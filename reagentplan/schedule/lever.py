"""The scrubber's SO2 removal as a decision of the plan, the permit's rolling average and
SO2 emission allowances.

When the scrubber sheet gives a range (``removal_min_pct`` < ``removal_max_pct``) the plan
chooses the removal r of each period within it.  Everything the balance makes of the SO2
that reaches the scrubber is affine in r at a given stone and coal: the SO2 removed is the
SO2 reaching the scrubber × r, and the limestone (its CaCO3), the gypsum and the SO2
emitted follow it linearly (the stoichiometry of `reagentplan.balance`).  So
`reagentplan.balance.removal_response` (two balances) gives each day's quantity as
``intercept + slope × r`` exactly, and the model stays mixed-integer linear.  Gypsum purity is a ratio and is not affine; the
plan judges it at the setpoint and the byproducts are re-planned at the chosen removal
(exact), as they are at the chosen stone.

The permit: for every day d, the SO2 emitted over the averaging period ending on d must
not exceed the limit × the heat input of those days (the rolling average of
`reagentplan.balance`, fewer days at the start of the horizon).  A tonne-day over it is
priced at `PERMIT_PENALTY_FACTOR` × the workbook's shortage penalty, so the plan breaks
the permit only where nothing else can keep it; each run of days over it is still a
breach (`permit.py`).

Allowances (optional sheet ``allowances``): every tonne emitted uses one allowance; the
holding (opening + allocations + bought − sold − emitted) may not go below zero (a tonne-day
short is priced at `ALLOWANCE_SHORT_PENALTY_FACTOR` × the shortage penalty and reported);
buying and selling are at the sheet's prices within its monthly limits; allowances left at
the end are valued at the last sell price, so holding and selling compare fairly, and a
shortfall left at the end is bought at the last buy price (`terms.allowance_end_value`,
the model and the evaluation alike).

References
----------
40 CFR Part 60, Subpart Da: SO2 limits as a rolling average of the emission rate over
the averaging period (from memory); the station's own permit governs.
40 CFR Part 73 (the SO2 allowance system: one allowance authorises one ton of SO2
emitted; from memory).
Srivastava, R. K. and Jozewicz, W. (2001), "Flue gas desulfurization: the state of the
art", J. Air & Waste Manage. Assoc. 51:1676-1688 (removal of wet limestone scrubbers).
"""

from __future__ import annotations

from dataclasses import dataclass

import numpy as np
import pandas as pd

from ..scenario import Scenario
from .evaluate import store_levels
from .penalties import ALLOWANCE_SHORT_PENALTY_FACTOR, PERMIT_PENALTY_FACTOR
from .terms import AllowanceTerms, allowance_costs, allowance_holding_t, permit_excess_t

#: Columns of the balance that the plan follows with the removal.
AFFINE_COLUMNS = ("limestone_t", "caco3_need_t", "limestone_scrubber_t", "limestone_hcl_t",
                  "gypsum_wet_t", "gypsum_dry_t", "gypsum_inerts_t", "fly_ash_t", "bottom_ash_t",
                  "so2_emitted_t", "so2_removed_t")


def removal_setpoint(scenario: Scenario) -> np.ndarray:
    """The fixed removal of each horizon day [%]: the scrubber sheet's ``removal_pct`` with
    its period settings (what the hand policy and ``reagentplan balance`` use)."""
    return np.asarray(scenario.daily_setting("removal_pct"), dtype=float)


@dataclass
class RemovalLever:
    """Per day, each balance column as ``intercept + slope × removal`` [t/d, slope t/d per
    %-point], the range [%], the setpoint [%], and the permit's terms.

    lo, hi : the range the plan may choose within [%]
    setpoint : the fixed removal per day [%]
    intercept, slope : per column of `AFFINE_COLUMNS`, arrays (days,)
    heat_gj : heat input per day [GJ]
    limit_kg_per_gj : the permit limit [kg/GJ] or None
    avg_days : its averaging period [d]
    """

    lo: float
    hi: float
    setpoint: np.ndarray
    intercept: dict[str, np.ndarray]
    slope: dict[str, np.ndarray]
    heat_gj: np.ndarray
    limit_kg_per_gj: float | None
    avg_days: int
    caco3: np.ndarray | None = None
    cfb: bool = False

    @classmethod
    def from_scenario(cls, scenario: Scenario, caco3_pct=None) -> "RemovalLever | None":
        """The lever of a scenario with a removal range of some width, else None (a range
        of one value plans exactly as a fixed removal)."""
        from ..balance import removal_response

        rng = scenario.scrubber.removal_range
        if rng is None or rng[1] - rng[0] < 1e-9:
            return None
        lo, hi = float(rng[0]), float(rng[1])
        resp = removal_response(scenario, AFFINE_COLUMNS + ("heat_input_gj", "limestone_caco3_pct"),
                                caco3_pct=caco3_pct)
        setpoint = resp["removal_pct"].to_numpy(float)
        slope = {c: resp[f"{c}_per_pct"].to_numpy(float) for c in AFFINE_COLUMNS}
        icpt = {c: resp[c].to_numpy(float) - slope[c] * setpoint for c in AFFINE_COLUMNS}
        p = scenario.plant
        return cls(lo, hi, setpoint, icpt, slope, resp["heat_input_gj"].to_numpy(float),
                   p.so2_limit_kg_per_gj, int(p.so2_limit_avg_days),
                   resp["limestone_caco3_pct"].to_numpy(float) / 100, p.boiler == "cfb")

    def chem_affine(self, name: str, chem) -> tuple[np.ndarray, np.ndarray]:
        """(intercept, slope per %-point) per day of a quantity of the silo's chemistry
        (`quality.SiloChemistry`) [t/d]: ``need`` (CaCO3 needed), ``need_gypsum`` (its part
        whose stone inerts report to the gypsum) or ``cake_base_wet`` (wet cake without the
        stone's inerts)."""
        ic, sl = self.intercept, self.slope
        if name == "need":
            return ic["caco3_need_t"], sl["caco3_need_t"]
        if name == "need_gypsum":
            if self.cfb:
                return np.zeros_like(self.heat_gj), np.zeros_like(self.heat_gj)
            return ((ic["limestone_scrubber_t"] + ic["limestone_hcl_t"]) * self.caco3,
                    (sl["limestone_scrubber_t"] + sl["limestone_hcl_t"]) * self.caco3)
        if name == "cake_base_wet":
            return ((ic["gypsum_dry_t"] - ic["gypsum_inerts_t"]) * chem.wet_factor,
                    (sl["gypsum_dry_t"] - sl["gypsum_inerts_t"]) * chem.wet_factor)
        raise KeyError(name)

    def at(self, column: str, removal) -> np.ndarray:
        """The column's value per day at a removal per day [%]."""
        return self.intercept[column] + self.slope[column] * np.asarray(removal, dtype=float)

    def permit_excess_t(self, emitted_t) -> np.ndarray:
        """Per day, SO2 over the permit's rolling limit [t]: emitted over the averaging
        period ending that day less limit × heat input of those days, never below 0."""
        return permit_excess_t(emitted_t, self.heat_gj, self.limit_kg_per_gj, self.avg_days)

□ □ □ □ □ □ □

In the records above, find each line with the word "RemovalLever" and copy it out.

class RemovalLever:
    def from_scenario(cls, scenario: Scenario, caco3_pct=None) -> "RemovalLever | None":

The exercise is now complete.